Postby reohn2 » 1 Jul 2016, 8:32am

PH wrote:A little number crunching thanks to Sheldon's excellent gear calc
http://www.sheldonbrown.com/gear-calc.html

50/34 and 12 - 30 cass = 30 - 112"
42 /26 and 11 - 34 cass = 20 - 103"
(based on 32mm tyre)

So, you've lost one top gear and gained a decent range of lower ones. Nothing's for free of course and some of the gaps might not suite you, though they don't bother me much and not at all when touring. OTOH I don't have much use for any gear over 90" when touring so I might not bother with the wider cassette.
You'd have to work out if your mechs would cope, but as you say they're not expensive.

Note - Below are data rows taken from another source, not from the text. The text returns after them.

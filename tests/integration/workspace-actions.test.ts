// Room workspace through the server actions of app/(app)/rooms/[roomId]/actions.ts, on the real test
// database: the same query functions as the API, the ActionResult shape, versions, nothing half-saved.
import { beforeAll, describe, expect, it } from "vitest";
import {
  addPositionAction,
  addTreatmentItemAction,
  archiveScenarioAction,
  createScenarioAction,
  deleteBuildAction,
  deletePositionAction,
  duplicateScenarioAction,
  movePositionAction,
  removeTreatmentItemAction,
  renamePositionAction,
  renameScenarioAction,
  saveBuildAction,
  saveSurfacesAction,
  updatePositionAction,
  updateScenarioAction,
  updateTreatmentItemAction,
} from "@/app/(app)/rooms/[roomId]/actions";
import { actAs, runAction } from "../support/act-as";
import { resetTables, testDb } from "./support/db";
import { counts, freshAnalysis, hollisRoomId, PANEL_ITEM, roomVersion, scenarioByName, scenarioVersion } from "./workspace-support";

let room: string;
type R = { ok: boolean; code?: string; fields?: Record<string, string[]>; data?: any };
const act = async (fn: () => Promise<unknown>) => (await runAction(fn)) as R;

beforeAll(async () => {
  await resetTables();
  room = await hollisRoomId();
  await actAs("engineer");
});

describe("scenario actions", () => {
  it("create, duplicate, rename, re-target and archive, each stored result equal to a fresh computation", async () => {
    const created = await act(() => createScenarioAction(room, { name: "Action scenario" }));
    expect(created.ok).toBe(true);
    const id = created.data.id as string;
    const added = await act(() => addTreatmentItemAction(id, { ...PANEL_ITEM, version: created.data.version }));
    expect(added.ok).toBe(true);
    const edited = await act(() => updateTreatmentItemAction(id, added.data.id, { unitCost: 150, version: added.data.scenarioVersion }));
    expect(edited.ok).toBe(true);
    const row = await testDb().selectFrom("scenarios").selectAll().where("id", "=", id).executeTakeFirstOrThrow();
    expect((row.results as { items: { cost: number } }).items.cost).toBe(4 * 150);
    expect(row.results).toEqual(JSON.parse(JSON.stringify(await freshAnalysis(id))));

    const dup = await act(() => duplicateScenarioAction(id, {}));
    expect(dup.ok).toBe(true);
    const copy = await testDb().selectFrom("scenarios").selectAll().where("id", "=", dup.data.id).executeTakeFirstOrThrow();
    expect(copy.name).toBe("Action scenario (copy)");
    expect(copy.results).toEqual(JSON.parse(JSON.stringify(await freshAnalysis(copy.id))));
    expect((copy.results as { items: { cost: number } }).items.cost).toBe(600);

    const renamed = await act(() => renameScenarioAction(dup.data.id, { name: "Copy, renamed", version: dup.data.version }));
    expect(renamed.ok).toBe(true);
    const retarget = await act(() => updateScenarioAction(dup.data.id, { target: { kind: "listening-room" }, version: renamed.data.version }));
    expect(retarget.ok).toBe(true);
    const after = await testDb().selectFrom("scenarios").selectAll().where("id", "=", dup.data.id).executeTakeFirstOrThrow();
    expect((after.results as { reverb: { target: unknown } }).reverb.target).toEqual({ kind: "listening-room" });
    const archived = await act(() => archiveScenarioAction(dup.data.id, { archived: true, version: retarget.data.version }));
    expect(archived.ok).toBe(true);
    expect((await testDb().selectFrom("scenarios").select("archived_at").where("id", "=", dup.data.id).executeTakeFirstOrThrow()).archived_at).not.toBeNull();
    const back = await act(() => archiveScenarioAction(dup.data.id, { archived: false, version: archived.data.version }));
    expect(back.ok).toBe(true);

    const removed = await act(() => removeTreatmentItemAction(id, added.data.id, { version: edited.data.scenarioVersion }));
    expect(removed.ok).toBe(true);
    expect(((await testDb().selectFrom("scenarios").select("results").where("id", "=", id).executeTakeFirstOrThrow()).results as { items: { count: number } }).items.count).toBe(0);
  });

  it("a stale version → conflict, nothing changes", async () => {
    const s = await scenarioByName(room, "Panels at reflection points");
    expect((await act(() => renameScenarioAction(s.id, { name: "Fresh name", version: s.version }))).ok).toBe(true);
    const stale = await act(() => renameScenarioAction(s.id, { name: "Stale name", version: s.version }));
    expect(stale).toMatchObject({ ok: false, code: "conflict" });
    const before = await counts();
    const staleItem = await act(() => addTreatmentItemAction(s.id, { ...PANEL_ITEM, version: s.version }));
    expect(staleItem).toMatchObject({ ok: false, code: "conflict" });
    expect(await counts()).toEqual(before);
    expect((await scenarioByName(room, "Fresh name")).version).toBe(s.version + 1);
  });

  it("invalid input → bad_request with field messages, nothing saved", async () => {
    const s = await scenarioByName(room, "Panels and corner traps");
    const before = await counts();
    const bad = await act(() => addTreatmentItemAction(s.id, { ...PANEL_ITEM, count: 0, spec: { ...PANEL_ITEM.spec, heightM: -1 }, version: s.version }));
    expect(bad).toMatchObject({ ok: false, code: "bad_request" });
    expect(Object.keys(bad.fields!)).toEqual(expect.arrayContaining(["count", "spec.heightM"]));
    const noName = await act(() => createScenarioAction(room, { name: "" }));
    expect(noName.fields?.name).toBeDefined();
    const badTarget = await act(() => createScenarioAction(room, { name: "T", target: { kind: "small-room", lowerS: 0.5, upperS: 0.3 } }));
    expect(badTarget.fields?.["target.upperS"]).toBeDefined();
    expect(await counts()).toEqual(before);
    expect(await scenarioVersion(s.id)).toBe(s.version);
  });
});

describe("position and surface actions", () => {
  it("add, move (one call), rename and delete a subwoofer; the main seat's response follows the move", async () => {
    const v0 = await roomVersion(room);
    const added = await act(() => addPositionAction(room, { kind: "subwoofer", name: "Side sub", xM: 2.9, yM: 0.3, zM: 0.3, version: v0 }));
    expect(added.ok).toBe(true);
    expect(added.data.roomVersion).toBe(v0 + 1);
    const base = await scenarioByName(room, "Untreated room");
    const levels = (r: unknown) => (r as { lowFrequency: { seats: { isMain: boolean; levelsDb: number[] }[] } }).lowFrequency.seats.find((s) => s.isMain)!.levelsDb;
    // Not to y = 3.8: the mirror image of y = 0.3 about the centre line, where the main seat sits, gives the same response there.
    const moved = await act(() => movePositionAction(room, added.data.id, { xM: 4.0, yM: 3.8, zM: 0.3, version: added.data.roomVersion }));
    expect(moved.ok).toBe(true);
    const after = await scenarioByName(room, "Untreated room");
    expect(levels(after.results)).not.toEqual(levels(base.results));
    expect(after.results).toEqual(JSON.parse(JSON.stringify(await freshAnalysis(after.id))));
    const renamed = await act(() => renamePositionAction(room, added.data.id, { name: "Right-side sub", version: moved.data.roomVersion }));
    expect(renamed.ok).toBe(true);
    const flipped = await act(() => updatePositionAction(room, added.data.id, { polarity: -1, delayMs: 3.5, version: renamed.data.roomVersion }));
    expect(flipped.ok).toBe(true);
    const row = await testDb().selectFrom("room_positions").selectAll().where("id", "=", added.data.id).executeTakeFirstOrThrow();
    expect([row.name, row.polarity, row.delay_ms, row.x_m, row.y_m]).toEqual(["Right-side sub", -1, 3.5, 4.0, 3.8]);
    const gone = await act(() => deletePositionAction(room, added.data.id, { version: flipped.data.roomVersion }));
    expect(gone.ok).toBe(true);
    expect(await testDb().selectFrom("room_positions").select("id").where("id", "=", added.data.id).executeTakeFirst()).toBeUndefined();
  });

  it("a move outside the room or with a stale version is refused; a seat cannot take a delay", async () => {
    const sub = await testDb().selectFrom("room_positions").selectAll().where("room_id", "=", room).where("name", "=", "Front subwoofer").executeTakeFirstOrThrow();
    const v = await roomVersion(room);
    const outside = await act(() => movePositionAction(room, sub.id, { xM: 0.3, yM: 4.5, zM: 0.3, version: v }));
    expect(outside).toMatchObject({ ok: false, code: "bad_request" });
    expect(outside.fields!.yM![0]).toMatch(/inside the room/);
    const stale = await act(() => movePositionAction(room, sub.id, { xM: 0.4, yM: 0.4, zM: 0.3, version: v - 1 }));
    expect(stale).toMatchObject({ ok: false, code: "conflict" });
    const seat = await testDb().selectFrom("room_positions").select("id").where("room_id", "=", room).where("kind", "=", "seat").executeTakeFirstOrThrow();
    const delay = await act(() => updatePositionAction(room, seat.id, { delayMs: 2, version: v }));
    expect(delay.fields?.delayMs).toBeDefined();
    expect(await roomVersion(room)).toBe(v);
    expect((await testDb().selectFrom("room_positions").select("y_m").where("id", "=", sub.id).executeTakeFirstOrThrow()).y_m).toBe(sub.y_m);
  });

  it("marking another seat main moves the mark (one main seat per room)", async () => {
    const back = await testDb().selectFrom("room_positions").select("id").where("room_id", "=", room).where("name", "=", "Back left").executeTakeFirstOrThrow();
    const v = await roomVersion(room);
    const res = await act(() => updatePositionAction(room, back.id, { isMain: true, version: v }));
    expect(res.ok).toBe(true);
    const mains = await testDb().selectFrom("room_positions").select("name").where("room_id", "=", room).where("is_main", "=", true).execute();
    expect(mains.map((m) => m.name)).toEqual(["Back left"]);
  });

  it("saving surfaces with an α out of range → bad_request on that value; a good save bumps the room version", async () => {
    const rows = await testDb().selectFrom("room_surfaces").selectAll().where("room_id", "=", room).execute();
    const order = ["front", "rear", "left", "right", "floor", "ceiling"];
    const six = order.map((s) => {
      const r = rows.find((x) => x.surface === s)!;
      return { surface: s, finish: r.finish, openings: r.openings };
    });
    const v = await roomVersion(room);
    const bad = structuredClone(six);
    bad[2]!.finish = { kind: "custom", alpha: [0.1, 0.1, 0.1, 1.4, 0.1, 0.1, 0.1, 0.1] };
    const res = await act(() => saveSurfacesAction(room, { version: v, surfaces: bad }));
    expect(res.fields?.["surfaces.2.finish.alpha.3"]).toBeDefined();
    expect(await roomVersion(room)).toBe(v);
    const good = await act(() => saveSurfacesAction(room, { version: v, surfaces: six }));
    expect(good).toMatchObject({ ok: true, data: { roomVersion: v + 1 } });
  });
});

describe("build library actions", () => {
  it("save and delete a build; a builder may not", async () => {
    const saved = await act(() => saveBuildAction({ name: "Action build", spec: { kind: "perforated", openAreaRatio: 0.05, plateThicknessM: 0.006, holeDiameterM: 0.008, cavityDepthM: 0.1 } }));
    expect(saved.ok).toBe(true);
    await actAs("builder");
    expect(await act(() => deleteBuildAction(saved.data.id))).toMatchObject({ ok: false, code: "forbidden" });
    await actAs("engineer");
    expect((await act(() => deleteBuildAction(saved.data.id))).ok).toBe(true);
  });
});
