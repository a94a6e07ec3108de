// The engine server actions answer what the engines compute and refuse bad input with field messages.
import { beforeAll, describe, expect, it } from "vitest";
import { absorberRatingAction, absorptionSpectrumAction, flatnessMapAction, modalResponseAction, reverbPredictAction, reverbTargetAction, roomModesAction } from "@/app/(app)/rooms/[roomId]/engine-actions";
import { absorptionSpectrum } from "@/lib/porous";
import { roomModes } from "@/lib/modes";
import { actAs, runAction } from "../support/act-as";

const rect = { lengthM: 5.8, widthM: 4.1, heightM: 2.5 };
const panel = [{ kind: "porous" as const, thicknessM: 0.1, flowResistivity: 10000, model: "miki" as const }];
const room = { volumeM3: 59.45, surfaces: [{ areaM2: 49.5, finish: "painted-drywall-on-studs" }, { areaM2: 23.78, finish: "carpet-on-pad" }, { areaM2: 23.78, finish: "painted-drywall-on-studs" }] };

beforeAll(() => actAs("builder"));

describe("engine server actions", () => {
  it("roomModesAction equals roomModes", async () => {
    const r = await roomModesAction({ room: rect, maxFrequencyHz: 100 });
    expect(r).toEqual({ ok: true, data: { modes: roomModes(rect, { maxFrequencyHz: 100 }) } });
  });
  it("absorptionSpectrumAction equals absorptionSpectrum", async () => {
    const r = await absorptionSpectrumAction({ layers: panel, frequenciesHz: [125, 250], incidence: "normal" });
    expect(r).toEqual({ ok: true, data: { points: absorptionSpectrum(panel, { frequenciesHz: [125, 250], incidence: "normal" }) } });
  });
  it("answers bad input with fields, never throwing", async () => {
    const r = await modalResponseAction({ room: rect, source: [0, 0, 0], receiver: [1, 1, 9], frequenciesHz: [40], rt60Seconds: 0.4, maxModeFrequencyHz: 200 });
    expect(r.ok).toBe(false);
    if (!r.ok) expect(Object.keys(r.fields ?? {})).toContain("receiver.2");
    const f = await flatnessMapAction({ room: rect, source: [0, 0, 0], heightM: 1, gridX: 0, gridY: 4, frequenciesHz: [40], rt60Seconds: 0.4, maxModeFrequencyHz: 200 });
    expect(f.ok).toBe(false);
  });
  it("rates, predicts and compares with a target", async () => {
    expect((await absorberRatingAction({ layers: panel })).ok).toBe(true);
    expect((await reverbPredictAction(room)).ok).toBe(true);
    const t = await reverbTargetAction({ ...room, target: { kind: "small-room", lowerS: 0.2, upperS: 0.4 } });
    expect(t.ok).toBe(true);
  });
  it("sends anonymous callers to sign in", async () => {
    await actAs("anonymous");
    expect(await runAction(() => roomModesAction({ room: rect, maxFrequencyHz: 100 }))).toEqual({ redirect: "/sign-in" });
    await actAs("builder");
  });
});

Is IMO the correct answer.
If you have (double front change)STI's fitted,without changing much chainset or it costing a lot a Spa Compact double(you could go as low as a 24t inner ring)with a 40 or 42t outer,and you have a very good touring gear range. You will need to change the front mech for a road triple(Sora perhaps)using the two inner settings,as the Spa c/set uses the two inner ring positions of a triple with a chainguard in place of the outer:- http://www.spacycles.co.uk/m2b0s109p338 ... cral-Rings
You will need a un55 s/taper BB @ about £15.
So for less than £100 you've transformed your gear range,and no need to trouble Mr Surly :)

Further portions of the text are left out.